For this case study, where I was the lead UI/UX Designer and Researcher(also developer). In this case study I designed (and develop) a website  for a preschool to store songs and stories.

Song Notes
Image by Gautam Arora


 During the day I’m a paraeducator, almost like a teacher but without the paperwork or pay, for students who are developmental-delayed. At the school where I work there is a team of nine other teachers and paraeducators including myself. We use videos to show educational contents, stories, or songs to help expand student learning. Currently we are using software that is only on one computer and can’t be on the others. The other teacher has concerns with using google slides about privacy and people having access to the person's email when it opens. The problem with just going to youtube is students would get up and click on other videos or want to see other videos.
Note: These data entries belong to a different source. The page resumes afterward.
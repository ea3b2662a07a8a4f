using OrderUnfold.Instruments;

namespace OrderUnfold.Inversion;

/// <summary>
/// Matrix-free forward model of one sweep: grid spectrum s → samples y(xᵢ) = Σⱼ sⱼ T(νⱼ − φ − f(xᵢ)).
/// Three linear steps, each with an exact transpose:
/// <list type="number">
/// <item>fold: each grid bin νⱼ goes to phase θ = (νⱼ − φ) mod FSR on a periodic grid of M points (step h),
/// split linearly between its two neighbouring points;</item>
/// <item>circular convolution with the Airy profile sampled on that periodic grid (FFT);</item>
/// <item>sampling at the scan positions uᵢ = f(xᵢ) mod FSR by linear interpolation.</item>
/// </list>
/// The gain and background of the sweep are applied by the caller. The sampling step enters the normal
/// equations only through SᵀS, which is tridiagonal (cyclic) on the periodic grid, so AᵀA s costs
/// O(n + M log M) whatever the sweep length.
/// </summary>
public sealed class SweepOperator
{
    private readonly int[] _sampleBin;
    private readonly double[] _sampleFrac;
    private readonly CircularConvolver _conv;
    private readonly double[] _kernel;
    private int[] _foldBin = [];
    private double[] _foldFrac = [];

    /// <param name="instrument">Cavity (FSR, finesse).</param>
    /// <param name="scanHz">Calibrated scan frequency shift f(xᵢ) of each sample, Hz.</param>
    /// <param name="grid">Frequency grid of the spectrum.</param>
    /// <param name="offsetHz">Frequency origin φ of this sweep.</param>
    /// <param name="periodicStepHz">Step h of the periodic grid (fine compared with the linewidth).</param>
    public SweepOperator(Instrument instrument, IReadOnlyList<double> scanHz, FrequencyGrid grid, double offsetHz, double periodicStepHz)
    {
        Instrument = instrument;
        Grid = grid;
        var fsr = instrument.FsrHz;
        var m = 1 << (int)Math.Ceiling(Math.Log2(Math.Max(16, fsr / periodicStepHz)));
        M = m;
        StepHz = fsr / m;
        var kernel = new double[m];
        for (var i = 0; i < m; i++) kernel[i] = Airy.Transmission(i * StepHz, fsr, instrument.Finesse);
        _conv = new CircularConvolver(kernel);
        _kernel = kernel;
        SampleCount = scanHz.Count;
        _sampleBin = new int[SampleCount];
        _sampleFrac = new double[SampleCount];
        Diagonal = new double[m];
        Upper = new double[m];
        for (var i = 0; i < SampleCount; i++)
        {
            var u = PositiveMod(scanHz[i], fsr) / StepHz;
            var a = (int)Math.Floor(u);
            var t = u - a;
            if (a >= m) { a -= m; }
            _sampleBin[i] = a;
            _sampleFrac[i] = t;
            var b = a + 1 == m ? 0 : a + 1;
            Diagonal[a] += (1 - t) * (1 - t);
            Diagonal[b] += t * t;
            Upper[a] += (1 - t) * t; // couples a and a+1 (cyclic)
        }

        SetOffset(offsetHz);
    }

    /// <summary>The cavity the sweep was taken with.</summary>
    public Instrument Instrument { get; }
    /// <summary>The unfold's frequency grid.</summary>
    public FrequencyGrid Grid { get; }

    /// <summary>Points of the periodic grid over one FSR (a power of two).</summary>
    public int M { get; }

    /// <summary>Step of the periodic grid, Hz.</summary>
    public double StepHz { get; }

    /// <summary>Number of samples of the sweep.</summary>
    public int SampleCount { get; }
    /// <summary>The sweep's frequency origin φ, Hz.</summary>
    public double OffsetHz { get; private set; }

    /// <summary>Diagonal of SᵀS on the periodic grid.</summary>
    public double[] Diagonal { get; }

    /// <summary>Super-diagonal of SᵀS: entry a couples points a and a+1 (mod M).</summary>
    public double[] Upper { get; }

    /// <summary>Changes the frequency origin φ (only the fold step depends on it).</summary>
    public void SetOffset(double offsetHz)
    {
        OffsetHz = offsetHz;
        var n = Grid.Count;
        _foldBin = new int[n];
        _foldFrac = new double[n];
        var fsr = Instrument.FsrHz;
        for (var j = 0; j < n; j++)
        {
            var u = PositiveMod(Grid[j] - offsetHz, fsr) / StepHz;
            var a = (int)Math.Floor(u);
            var t = u - a;
            if (a >= M) a -= M;
            _foldBin[j] = a;
            _foldFrac[j] = t;
        }

        // the cavity's transverse families: each line also transmits, with the family's relative height, where the
        // family is resonant, (−o_N mod 1)·FSR further along the scan; folded as extra copies of every bin, so the
        // (even) Airy convolution and its adjoint are unchanged and the instrument response is Airy ⊛ (TEM00 + families)
        var fams = Instrument.Families;
        _famBin = new int[fams.Count][];
        _famFrac = new double[fams.Count][];
        _famHeight = fams.Select(f => f.RelativeHeight).ToArray();
        for (var q = 0; q < fams.Count; q++)
        {
            var shift = fams[q].ApparentOffsetFsr * M;
            _famBin[q] = new int[n];
            _famFrac[q] = new double[n];
            for (var j = 0; j < n; j++)
            {
                var u = _foldBin[j] + _foldFrac[j] + shift;
                if (u >= M) u -= M;
                var a = (int)Math.Floor(u);
                if (a >= M) a -= M;
                _famBin[q][j] = a;
                _famFrac[q][j] = u - Math.Floor(u);
            }
        }
    }

    private int[][] _famBin = [];
    private double[][] _famFrac = [];
    private double[] _famHeight = [];

    /// <summary>Fold: grid spectrum (n) → periodic grid (M).</summary>
    public void Fold(ReadOnlySpan<double> s, double[] periodic)
    {
        Array.Clear(periodic);
        for (var j = 0; j < s.Length; j++)
        {
            var v = s[j];
            if (v == 0) continue;
            FoldBin(j, v, periodic);
        }
    }

    /// <summary>Adds bin j of value v to the periodic grid: its TEM00 place and each family's, shared linearly between the two
    /// nearest periodic bins.</summary>
    [System.Runtime.CompilerServices.MethodImpl(System.Runtime.CompilerServices.MethodImplOptions.AggressiveInlining)]
    private void FoldBin(int j, double v, double[] periodic)
    {
        var a = _foldBin[j];
        var t = _foldFrac[j];
        periodic[a] += (1 - t) * v;
        periodic[a + 1 == M ? 0 : a + 1] += t * v;
        for (var q = 0; q < _famHeight.Length; q++)
        {
            var b = _famBin[q][j];
            var u = _famFrac[q][j];
            var w = _famHeight[q] * v;
            periodic[b] += (1 - u) * w;
            periodic[b + 1 == M ? 0 : b + 1] += u * w;
        }
    }

    /// <summary><see cref="Fold(ReadOnlySpan{double}, double[])"/> of a spectrum whose nonzero bins are listed (ascending) in <paramref name="nonzero"/>:
    /// O(nonzero) instead of O(n), with the same sums in the same order.</summary>
    public void Fold(ReadOnlySpan<double> s, List<int> nonzero, double[] periodic)
    {
        Array.Clear(periodic);
        foreach (var j in nonzero)
        {
            var v = s[j];
            FoldBin(j, v, periodic);
        }
    }

    /// <summary>
    /// result[j] = Σ_k scales[k] · Gather_k(periodic[k], j) for every grid bin: <see cref="FoldTransposeAdd"/> of all sweeps
    /// (which share one grid) into a cleared vector in one pass over the grid instead of one per sweep, with the same sums in
    /// the same order.
    /// </summary>
    public static void FoldTransposeAll(SweepOperator[] ops, double[][] periodic, double[] scales, Span<double> result)
    {
        var n = result.Length;
        if (ops.Any(o => o._famHeight.Length > 0) || ops.Length != 2)
        {
            for (var j = 0; j < n; j++)
            {
                var v = 0.0;
                for (var k = 0; k < ops.Length; k++) v += scales[k] * ops[k].Gather(periodic[k], j);
                result[j] = v;
            }

            return;
        }

        // two sweeps without transverse families (the common case), written out
        var bin0 = ops[0]._foldBin;
        var frac0 = ops[0]._foldFrac;
        var p0 = periodic[0];
        var m0 = ops[0].M;
        var c0 = scales[0];
        var bin1 = ops[1]._foldBin;
        var frac1 = ops[1]._foldFrac;
        var p1 = periodic[1];
        var m1 = ops[1].M;
        var c1 = scales[1];
        for (var j = 0; j < n; j++)
        {
            var a = bin0[j];
            var t = frac0[j];
            var g0 = (1 - t) * p0[a] + t * p0[a + 1 == m0 ? 0 : a + 1];
            var b = bin1[j];
            var u = frac1[j];
            var g1 = (1 - u) * p1[b] + u * p1[b + 1 == m1 ? 0 : b + 1];
            result[j] = 0.0 + c0 * g0 + c1 * g1;
        }
    }

    /// <summary>Transpose of <see cref="Fold(ReadOnlySpan{double}, double[])"/>: periodic grid (M) → grid (n), added into <paramref name="result"/> times <paramref name="scale"/>.</summary>
    public void FoldTransposeAdd(double[] periodic, Span<double> result, double scale)
    {
        for (var j = 0; j < result.Length; j++)
        {
            result[j] += scale * Gather(periodic, j);
        }
    }

    /// <summary>Value at grid bin j of a periodic-grid vector, gathered with the fold weights.</summary>
    public double Gather(double[] periodic, int j)
    {
        var a = _foldBin[j];
        var t = _foldFrac[j];
        var v = (1 - t) * periodic[a] + t * periodic[a + 1 == M ? 0 : a + 1];
        for (var q = 0; q < _famHeight.Length; q++)
        {
            var b = _famBin[q][j];
            var u = _famFrac[q][j];
            v += _famHeight[q] * ((1 - u) * periodic[b] + u * periodic[b + 1 == M ? 0 : b + 1]);
        }

        return v;
    }

    /// <summary>Puts a unit bin j onto a cleared periodic vector.</summary>
    public void FoldUnit(int j, double[] periodic)
    {
        Array.Clear(periodic);
        var a = _foldBin[j];
        var t = _foldFrac[j];
        periodic[a] += 1 - t;
        periodic[a + 1 == M ? 0 : a + 1] += t;
        for (var q = 0; q < _famHeight.Length; q++)
        {
            var b = _famBin[q][j];
            var u = _famFrac[q][j];
            periodic[b] += _famHeight[q] * (1 - u);
            periodic[b + 1 == M ? 0 : b + 1] += _famHeight[q] * u;
        }
    }

    /// <summary>K·fold(e_j) — the Airy profile of a unit bin j on the periodic grid — written directly from the kernel
    /// (the unit bin's two fold weights times the kernel shifted to its two periodic points), without a convolution.</summary>
    public void ConvolvedUnit(int j, double[] periodic)
    {
        var a = _foldBin[j];
        var t = _foldFrac[j];
        var m = M;
        var kernel = _kernel;
        // periodic[p] = (1 − t)·k[(p − a) mod M] + t·k[(p − a − 1) mod M]
        for (var p = 0; p < m; p++)
        {
            var d = p - a;
            if (d < 0) d += m;
            var d1 = d == 0 ? m - 1 : d - 1;
            periodic[p] = (1 - t) * kernel[d] + t * kernel[d1];
        }

        for (var q = 0; q < _famHeight.Length; q++)
        {
            var b = _famBin[q][j];
            var u = _famFrac[q][j];
            var h = _famHeight[q];
            for (var p = 0; p < m; p++)
            {
                var d = p - b;
                if (d < 0) d += m;
                var d1 = d == 0 ? m - 1 : d - 1;
                periodic[p] += h * ((1 - u) * kernel[d] + u * kernel[d1]);
            }
        }
    }

    /// <summary>‖S K fold(e_j)‖² — the squared norm of a unit bin's model (no gain) — in O(M), without a convolution:
    /// v = K fold(e_j) from the kernel, then vᵀ(SᵀS)v with the cyclic tridiagonal SᵀS.</summary>
    public double UnitNormSquared(int j, double[] work)
    {
        ConvolvedUnit(j, work);
        var m = M;
        double sum = 0;
        for (var p = 0; p < m; p++)
        {
            var next = p + 1 == m ? 0 : p + 1;
            sum += work[p] * (Diagonal[p] * work[p] + 2 * Upper[p] * work[next]);
        }

        return sum;
    }

    /// <summary>Circular convolution with the Airy profile (self-adjoint).</summary>
    public void Convolve(double[] input, double[] result) => _conv.Apply(input, result);

    /// <summary>Sampling: periodic grid → samples.</summary>
    public void Sample(double[] periodic, Span<double> samples)
    {
        for (var i = 0; i < SampleCount; i++)
        {
            var a = _sampleBin[i];
            var t = _sampleFrac[i];
            samples[i] = (1 - t) * periodic[a] + t * periodic[a + 1 == M ? 0 : a + 1];
        }
    }

    /// <summary>Transpose of <see cref="Sample"/>: samples → periodic grid (overwrites).</summary>
    public void SampleTranspose(ReadOnlySpan<double> samples, double[] periodic)
    {
        Array.Clear(periodic);
        for (var i = 0; i < SampleCount; i++)
        {
            var a = _sampleBin[i];
            var t = _sampleFrac[i];
            periodic[a] += (1 - t) * samples[i];
            periodic[a + 1 == M ? 0 : a + 1] += t * samples[i];
        }
    }

    /// <summary>SᵀS v (cyclic tridiagonal), overwriting result.</summary>
    public void SampleNormal(double[] v, double[] result)
    {
        var m = M;
        for (var a = 0; a < m; a++)
        {
            var prev = a == 0 ? m - 1 : a - 1;
            var next = a + 1 == m ? 0 : a + 1;
            result[a] = Diagonal[a] * v[a] + Upper[a] * v[next] + Upper[prev] * v[prev];
        }
    }

    /// <summary>y = A s (no gain, no background).</summary>
    public double[] Forward(ReadOnlySpan<double> s)
    {
        var p = new double[M];
        var q = new double[M];
        Fold(s, p);
        Convolve(p, q);
        var y = new double[SampleCount];
        Sample(q, y);
        return y;
    }

    /// <summary>Aᵀ r, added into result times scale.</summary>
    public void AdjointAdd(ReadOnlySpan<double> r, Span<double> result, double scale = 1)
    {
        var p = new double[M];
        var q = new double[M];
        SampleTranspose(r, p);
        Convolve(p, q);
        FoldTransposeAdd(q, result, scale);
    }

    /// <summary>The periodic model P(u) = (fold(s) ⊛ T)(u) on the periodic grid.</summary>
    public double[] PeriodicModel(ReadOnlySpan<double> s)
    {
        var p = new double[M];
        var q = new double[M];
        Fold(s, p);
        Convolve(p, q);
        return q;
    }

    /// <summary><paramref name="a"/> modulo <paramref name="m"/>, in [0, m).</summary>
    public static double PositiveMod(double a, double m)
    {
        var r = a % m;
        return r < 0 ? r + m : r;
    }
}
Solution: create a website that can host the videos, and view them

Understanding the users

For this case study the primary users are the teachers, and paraeducators(paras), as they are the one who choose the theme, and songs. Along with adding themes or songs to the program. Then the students are the secondary users as they are one watching the videos, or choosing the song. The teachers have been teaching preschool for years, along with paras. All of whom vary in technology knowledge. The students range from three to five years old. Students in the program are developmental-delayed, or have a diagnosis like Autism or other disabilities. The current pain point is keeping the current program up to date and time.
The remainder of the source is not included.